In Tory leadership contests, candidates are knocked out in rounds, then the final two go before the party membership which — as of March 2018 — is 124,000 voters.
Boris Johnson is a shoo-in for the next round after he won 114 (of 303) votes, which is over a third of MPs, and which comfortably clears the 105-vote mark needed to secure a spot in the final. Second place was Jeremy Hunt with 43. And third was Michael Gove with 37.
Since May’s catastrophic overstay as prime minister (see here, here, and here), many conservative voters have been asking themselves: What now? How can a conservative party, which has failed to deliver Brexit, survive?
The answer arrived at with some reluctance, is Boris Johnson. At least for now.
If someone had asked six years ago whether Jeremy Corbyn — a Marxist with a long history of supporting anti-Western ideologies and who, according to his ex-wife, didn’t read a single book in four years of marriage — might stand a chance at becoming Britain’s prime minister, the response, deservedly, would have been laughter. But no one is laughing now. As Johnson said during his leadership campaign, further delay to Brexit “means Corbyn.”

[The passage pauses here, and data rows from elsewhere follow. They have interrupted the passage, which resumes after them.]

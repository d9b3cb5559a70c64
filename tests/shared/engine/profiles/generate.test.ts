import { Matrix, SingularValueDecomposition } from 'ml-matrix';
import { describe, expect, it } from 'vitest';
import { isEngineError } from '../../../../shared/engine/errors';
import { generateProfile } from '../../../../shared/engine/profiles/generate';
import type {
  ProfileKind,
  ProfileParams,
  TrussProfile,
} from '../../../../shared/engine/profiles/types';

const FT = 304.8;
const IN = 25.4;
const PITCHED: ProfileKind[] = [
  'kingPost',
  'queenPost',
  'fink',
  'howe',
  'fan',
  'doubleFink',
  'scissor',
  'mono',
];
const SYMMETRIC = PITCHED.filter((k) => k !== 'mono');

const base = (kind: ProfileKind, over: Partial<ProfileParams> = {}): ProfileParams => ({
  kind,
  span: 28 * FT,
  pitch: 6,
  heelHeight: 0,
  overhangLeft: 18 * IN,
  overhangRight: 18 * IN,
  bottomPitch: kind === 'scissor' ? 3 : undefined,
  depth: kind === 'flat' ? 36 * IN : undefined,
  panels: kind === 'flat' ? 8 : undefined,
  ...over,
});

/**
 * Method-of-joints equilibrium matrix, 2j × (m + r): a column per member (unit vector, tension
 * positive) and per reaction component. Built here so the test does not lean on the analysis
 * module (statics, any textbook: a plane truss is determinate and stable when m + r = 2j and
 * this matrix has full rank).
 */
const equilibriumMatrix = (p: TrussProfile): Matrix => {
  const index = new Map(p.joints.map((j, i) => [j.id, i]));
  const r = p.supports.reduce((n, s) => n + (s.type === 'pin' ? 2 : 1), 0);
  const a = Matrix.zeros(2 * p.joints.length, p.members.length + r);
  p.members.forEach((m, c) => {
    const i = index.get(m.from) as number;
    const k = index.get(m.to) as number;
    const ux = (p.joints[k].x - p.joints[i].x) / m.length;
    const uy = (p.joints[k].y - p.joints[i].y) / m.length;
    a.set(2 * i, c, ux);
    a.set(2 * i + 1, c, uy);
    a.set(2 * k, c, -ux);
    a.set(2 * k + 1, c, -uy);
  });
  let c = p.members.length;
  for (const s of p.supports) {
    const i = index.get(s.joint) as number;
    if (s.type === 'pin') {
      a.set(2 * i, c++, 1);
      a.set(2 * i + 1, c++, 1);
    } else {
      a.set(2 * i + (s.normal === 'x' ? 0 : 1), c++, 1);
    }
  }
  return a;
};

const expectDeterminateAndStable = (p: TrussProfile): void => {
  const r = p.supports.reduce((n, s) => n + (s.type === 'pin' ? 2 : 1), 0);
  expect(r).toBe(3);
  expect(p.members.length + r).toBe(2 * p.joints.length);
  const svd = new SingularValueDecomposition(equilibriumMatrix(p), { autoTranspose: true });
  expect(svd.rank).toBe(2 * p.joints.length);
};

/** Generates, or returns undefined when the input is refused as unbuildable geometry. */
const tryGenerate = (params: ProfileParams): TrussProfile | undefined => {
  try {
    return generateProfile(params);
  } catch (e) {
    if (isEngineError(e) && e.code === 'geometry') return undefined;
    throw e;
  }
};

describe('generateProfile: determinate, stable plane trusses', () => {
  const spans = [4, 6, 8, 12, 16, 20, 24, 28, 32, 40, 50, 60, 80].map((f) => f * FT);
  const pitches = [2, 3, 4, 6, 8, 10, 12, 16];
  const heels = [0, 6 * IN, 12 * IN, 24 * IN, 48 * IN];

  it.each(PITCHED)('%s over a sweep of spans, pitches and heels', (kind) => {
    let built = 0;
    for (const span of spans) {
      for (const pitch of pitches) {
        for (const heelHeight of heels) {
          const bottomPitches = kind === 'scissor' ? [0, pitch / 2 - 1, pitch / 2] : [undefined];
          for (const bottomPitch of bottomPitches) {
            if (bottomPitch !== undefined && (bottomPitch < 0 || bottomPitch >= pitch - 2))
              continue;
            const p = tryGenerate(base(kind, { span, pitch, heelHeight, bottomPitch }));
            if (!p) continue;
            built++;
            expectDeterminateAndStable(p);
          }
        }
      }
    }
    // Most of the sweep is buildable; the rest is refused (short webs, panels over stock).
    expect(built).toBeGreaterThan(80);
  });

  it('flat over a sweep of spans, depths and panel counts', () => {
    let built = 0;
    for (const span of [4, 8, 16, 24, 40, 60].map((f) => f * FT)) {
      for (const depth of [6 * IN, 12 * IN, 24 * IN, 48 * IN, 72 * IN]) {
        for (const panels of [2, 4, 6, 8, 12, 20, 40]) {
          const p = tryGenerate(base('flat', { span, depth, panels }));
          if (!p) continue;
          built++;
          expectDeterminateAndStable(p);
        }
      }
    }
    expect(built).toBeGreaterThan(60);
    // An SVD per profile: seconds on a busy 2-core machine, so more than the default 5 s.
  }, 60_000);
});

describe('generateProfile: geometry', () => {
  const heels = [0, 12 * IN];

  it.each(SYMMETRIC)('%s joints mirror about mid-span', (kind) => {
    for (const heelHeight of heels) {
      const p = generateProfile(base(kind, { heelHeight }));
      const L = p.params.span;
      for (const j of p.joints) {
        const mirror = p.joints.find(
          (k) => Math.abs(k.x - (L - j.x)) < 1e-6 && Math.abs(k.y - j.y) < 1e-6,
        );
        expect(mirror, `mirror of ${j.id}`).toBeDefined();
      }
    }
  });

  it('flat joints mirror about mid-span', () => {
    const p = generateProfile(base('flat'));
    for (const j of p.joints) {
      expect(
        p.joints.some((k) => Math.abs(k.x - (p.params.span - j.x)) < 1e-6 && k.y === j.y),
      ).toBe(true);
    }
  });

  // Rise of a pitched roof = run × pitch / 12 (definition of pitch, common practice) plus the heel.
  it.each(SYMMETRIC)('%s peak height = span/2 × pitch/12 + heel', (kind) => {
    for (const heelHeight of heels) {
      const p = generateProfile(base(kind, { heelHeight }));
      const expected = (p.params.span / 2) * (p.params.pitch / 12) + heelHeight;
      expect(Math.max(...p.joints.map((j) => j.y))).toBeWithin(expected, { rel: 1e-12 });
      expect(p.rise).toBeWithin(expected, { rel: 1e-12 });
    }
  });

  it('mono tall end = span × pitch/12 + heel, at x = span', () => {
    const p = generateProfile(base('mono', { span: 16 * FT, pitch: 4, heelHeight: 10 * IN }));
    const expected = 16 * FT * (4 / 12) + 10 * IN;
    const tall = p.joints.find((j) => j.id === p.topChordJoints[p.topChordJoints.length - 1]);
    expect(tall?.x).toBeWithin(16 * FT);
    expect(tall?.y).toBeWithin(expected, { rel: 1e-12 });
    expect(p.rise).toBeWithin(expected, { rel: 1e-12 });
  });

  it.each([...PITCHED, 'flat' as const])('%s member lengths by Pythagoras', (kind) => {
    const p = generateProfile(base(kind, { heelHeight: 12 * IN }));
    const at = new Map(p.joints.map((j) => [j.id, j]));
    for (const m of p.members) {
      const a = at.get(m.from)!;
      const b = at.get(m.to)!;
      expect(m.length).toBeWithin(Math.sqrt((b.x - a.x) ** 2 + (b.y - a.y) ** 2), { rel: 1e-12 });
    }
  });

  it('bearings on y = 0 at x = 0 and span; pin left, roller (normal y) right', () => {
    for (const kind of [...PITCHED, 'flat' as const]) {
      const p = generateProfile(base(kind));
      const [left, right] = [p.bottomChordJoints[0], p.bottomChordJoints.at(-1)];
      expect(p.supports).toEqual([
        { joint: left, type: 'pin' },
        { joint: right, type: 'roller', normal: 'y' },
      ]);
      const jl = p.joints.find((j) => j.id === left)!;
      const jr = p.joints.find((j) => j.id === right)!;
      expect([jl.x, jl.y, jr.y]).toEqual([0, 0, 0]);
      expect(jr.x).toBeWithin(p.params.span);
    }
  });

  it('pointed heel: chords meet at the bearing; raised heel: a heel post of heelHeight', () => {
    const pointed = generateProfile(base('fink'));
    expect(pointed.topChordJoints[0]).toBe(pointed.bottomChordJoints[0]);
    expect(pointed.topChordJoints.at(-1)).toBe(pointed.bottomChordJoints.at(-1));

    const raised = generateProfile(base('fink', { heelHeight: 10 * IN }));
    const heelTop = raised.topChordJoints[0];
    const post = raised.members.find((m) => m.from === 'A' && m.to === heelTop);
    expect(post?.role).toBe('web');
    expect(post?.length).toBeWithin(10 * IN);
  });

  it('scissor bottom chord rises at bottomPitch to mid-span', () => {
    const p = generateProfile(base('scissor', { span: 32 * FT, pitch: 6, bottomPitch: 3 }));
    const mid = p.joints.find((j) => Math.abs(j.x - 16 * FT) < 1e-6 && j.y < 2 * FT * 3);
    expect(mid?.y).toBeWithin(16 * FT * (3 / 12));
    expect(p.bottomChordJoints).toContain(mid?.id);
  });
});

describe('generateProfile: pieces and overhangs', () => {
  it.each([...PITCHED, 'flat' as const])('%s piece lengths add up', (kind) => {
    const p = generateProfile(
      base(kind, { heelHeight: 12 * IN, overhangLeft: 12 * IN, overhangRight: 24 * IN }),
    );
    const sum = (xs: number[]) => xs.reduce((s, x) => s + x, 0);
    const overhang = sum(p.overhangs.map((o) => o.slopeLength));
    for (const role of ['topChord', 'bottomChord', 'web'] as const) {
      const members = sum(p.members.filter((m) => m.role === role).map((m) => m.length));
      const pieces = sum(p.pieces.filter((x) => x.role === role).map((x) => x.length));
      expect(pieces).toBeWithin(members + (role === 'topChord' ? overhang : 0), { rel: 1e-12 });
    }
    // Every member sits in exactly one piece; each web is its own piece.
    const carried = p.pieces.flatMap((x) => x.members).sort();
    expect(carried).toEqual(p.members.map((m) => m.id).sort());
    expect(p.pieces.filter((x) => x.role === 'web').every((x) => x.members.length === 1)).toBe(
      true,
    );
  });

  // Slope length = horizontal × √(1 + (pitch/12)²), Pythagoras on the roof slope.
  it('overhangs continue the end top-chord members at the roof slope', () => {
    const p = generateProfile(base('fink', { pitch: 5, overhangLeft: 24 * IN, overhangRight: 0 }));
    expect(p.overhangs).toHaveLength(1);
    const [o] = p.overhangs;
    expect(o).toMatchObject({
      side: 'left',
      heelJoint: 'A',
      horizontal: 24 * IN,
      member: p.members[0].id,
    });
    expect(o.slopeLength).toBeWithin(24 * IN * Math.sqrt(1 + (5 / 12) ** 2), { rel: 1e-12 });
    expect(p.members.some((m) => m.from === 'A' && p.topChordJoints.includes(m.to))).toBe(true);
  });

  it('each top chord of a gable is one piece heel to peak, plus its overhang', () => {
    const p = generateProfile(base('howe', { span: 24 * FT, pitch: 4 }));
    const tc = p.pieces.filter((x) => x.role === 'topChord');
    expect(tc.map((x) => x.id)).toEqual(['TC1', 'TC2']);
    expect(tc[0].members).toHaveLength(2);
    expect(tc.every((x) => x.spliceAt === undefined)).toBe(true);
  });

  it('a chord longer than the stock gets a splice at the panel point nearest the middle', () => {
    // 24 ft bottom chord > 20 ft stock: Fink third-points at 8 ft and 16 ft, both 4 ft from the middle.
    const p = generateProfile(base('fink', { span: 24 * FT, pitch: 4 }));
    const bc = p.pieces.filter((x) => x.role === 'bottomChord');
    expect(bc.map((x) => x.id)).toEqual(['BC1', 'BC2']);
    expect(bc[0].spliceAt).toEqual(['B']);
    expect(bc[1].spliceAt).toEqual(['B']);
    expect(bc.every((x) => x.length <= 6096)).toBe(true);

    // Double Fink, 28 ft: fifth-points; the middle panel point at 11.2 ft or 16.8 ft fits both parts.
    const d = generateProfile(base('doubleFink', { span: 28 * FT, pitch: 6 }));
    const dbc = d.pieces.filter((x) => x.role === 'bottomChord');
    expect(dbc).toHaveLength(2);
    expect(dbc.every((x) => x.length <= 6096)).toBe(true);
    expect(dbc[0].spliceAt).toEqual([d.bottomChordJoints[2]]);
  });

  it('a chord no single splice can fit is spliced again', () => {
    // 40 ft Fink bottom chord, third-points 13.3 ft apart: needs two splices for 20 ft stock.
    const p = generateProfile(base('fink', { span: 40 * FT, pitch: 6 }));
    const bc = p.pieces.filter((x) => x.role === 'bottomChord');
    expect(bc.map((x) => x.members.length)).toEqual([1, 1, 1]);
    expect(bc[1].spliceAt).toEqual(['B', 'C']);
  });

  it('a longer stock length removes the splice', () => {
    const p = generateProfile(base('fink', { span: 24 * FT, pitch: 4, maxStockLength: 24 * FT }));
    expect(p.pieces.filter((x) => x.role === 'bottomChord')).toHaveLength(1);
    expect(p.params.maxStockLength).toBe(24 * FT);
  });
});

describe('generateProfile: web layouts', () => {
  // Web and panel counts of each layout as documented in its file (common practice layouts).
  it.each<[ProfileKind, number, number, number]>([
    ['kingPost', 1, 2, 2],
    ['queenPost', 4, 4, 3],
    ['fink', 4, 4, 3],
    ['howe', 5, 4, 4],
    ['fan', 6, 6, 3],
    ['doubleFink', 8, 6, 5],
    ['scissor', 5, 4, 4],
    ['mono', 4, 3, 2],
  ])(
    '%s: %i webs, %i top-chord and %i bottom-chord panels (pointed heel)',
    (kind, webs, tc, bc) => {
      const p = generateProfile(base(kind, { heelHeight: 0 }));
      const count = (role: string) => p.members.filter((m) => m.role === role).length;
      expect([count('web'), count('topChord'), count('bottomChord')]).toEqual([webs, tc, bc]);
      // A raised heel adds a heel post, a heel web and a web closing the end panel at each heel
      // (mono: at the low heel).
      const raised = generateProfile(base(kind, { heelHeight: 12 * IN }));
      const extra = kind === 'mono' ? 3 : 6;
      expect(raised.members.filter((m) => m.role === 'web').length).toBe(webs + extra);
    },
  );

  // Its speed is measured by `npm run bench` (profile generation line), not asserted here.
});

Corbyn became the leader of the Labour party in a landslide victory in 2015. Now Nigel Farage’s Brexit Party (b. May 2019), having enjoyed great success in the EU elections, is positioned to split the Tory vote. In a general election — which could very well arrive before its scheduled date of 2022, and some think there will be one later this fall — this could allow Labour to creep up through the middle.
In 2014, Johnson helped redirect Vote Leave voters away from Farage’s UKIP party — which pushed anti-immigration sentiments — and toward the Tory mainstream. While Farage may be more of a symbolic threat, with politics so heavily defined by Brexit, a government that repeatedly fails to deliver the referendum result, is not a workable one. Johnson says that a Tory party that does not take the UK out of the EU by the next deadline — October 31st — will “kick the bucket.” Again, he’s right. The consequences of a potential Corbyn-led government don’t bear thinking about.
So, why Johnson? Well, as suggested by recent polling, he is really the only Tory candidate who could beat both Jeremy Corbyn and the Brexit Party. In fact, Electoral Calculus (which uses the ComRes voting intention figures), indicates that he would win a 140-seat majority for the Conservatives at the next general election if he were Prime Minister. See here:
— John Rentoul (@JohnRentoul) June 11, 2019
Johnson maintains that he is determined to take the U.K. out of the EU by the deadline: deal or no deal. The former is his preference, but he says it is only responsible to prepare fully for the latter. Of course, it is impossible to predict whether or not the EU would respond by offering a better deal. They didn’t for May, but then it was so obvious that she was bluffing. There is also a risk to this approach: What if parliament — which is undergoing a Brexit-shaped constitutional crisis — finds a way to block Johnson’s no-deal? Would he then have to resign? If he didn’t, would he be able to win a general election? Would that solve the problem?
These are unknowns. However, if parliament blocks a no-deal Brexit, then surely it is parliament that will pay the political price.
Another obstacle facing Johnson is himself. Johnson, an attention seeker, has the tendency to make outlandish/offensive remarks which then set the news cycle for the week. There is no time for such distractions. And on this front, it’s been so far, so good.
During his campaign launch, Johnson gave a low-key message — emphasizing a clear and responsible Brexit position, as well as domestic policy. He appealed to his past history of electoral success: He was elected as Mayor of London twice, despite the capital being a Labour stronghold. And on Monday, he threw a bone to alienated Tory Remainers in the form of tax cuts.
Boris Johnson is many, many things. At least half of which are very unsettling. But at such a desperate juncture — for the party, for Brexit and for the country — the immediate question is: Can he win?
One former Johnson aide once told me that he’s “never been the type to read pages of policy briefings.” But she believes, as do others who know him well, that with the right team, these shortcomings can be compensated for. That the pros outweigh the cons. That he may, in fact, be the Tories’ last hope.
There are many, many things that Boris Johnson is not. Not least is Jeremy Corbyn.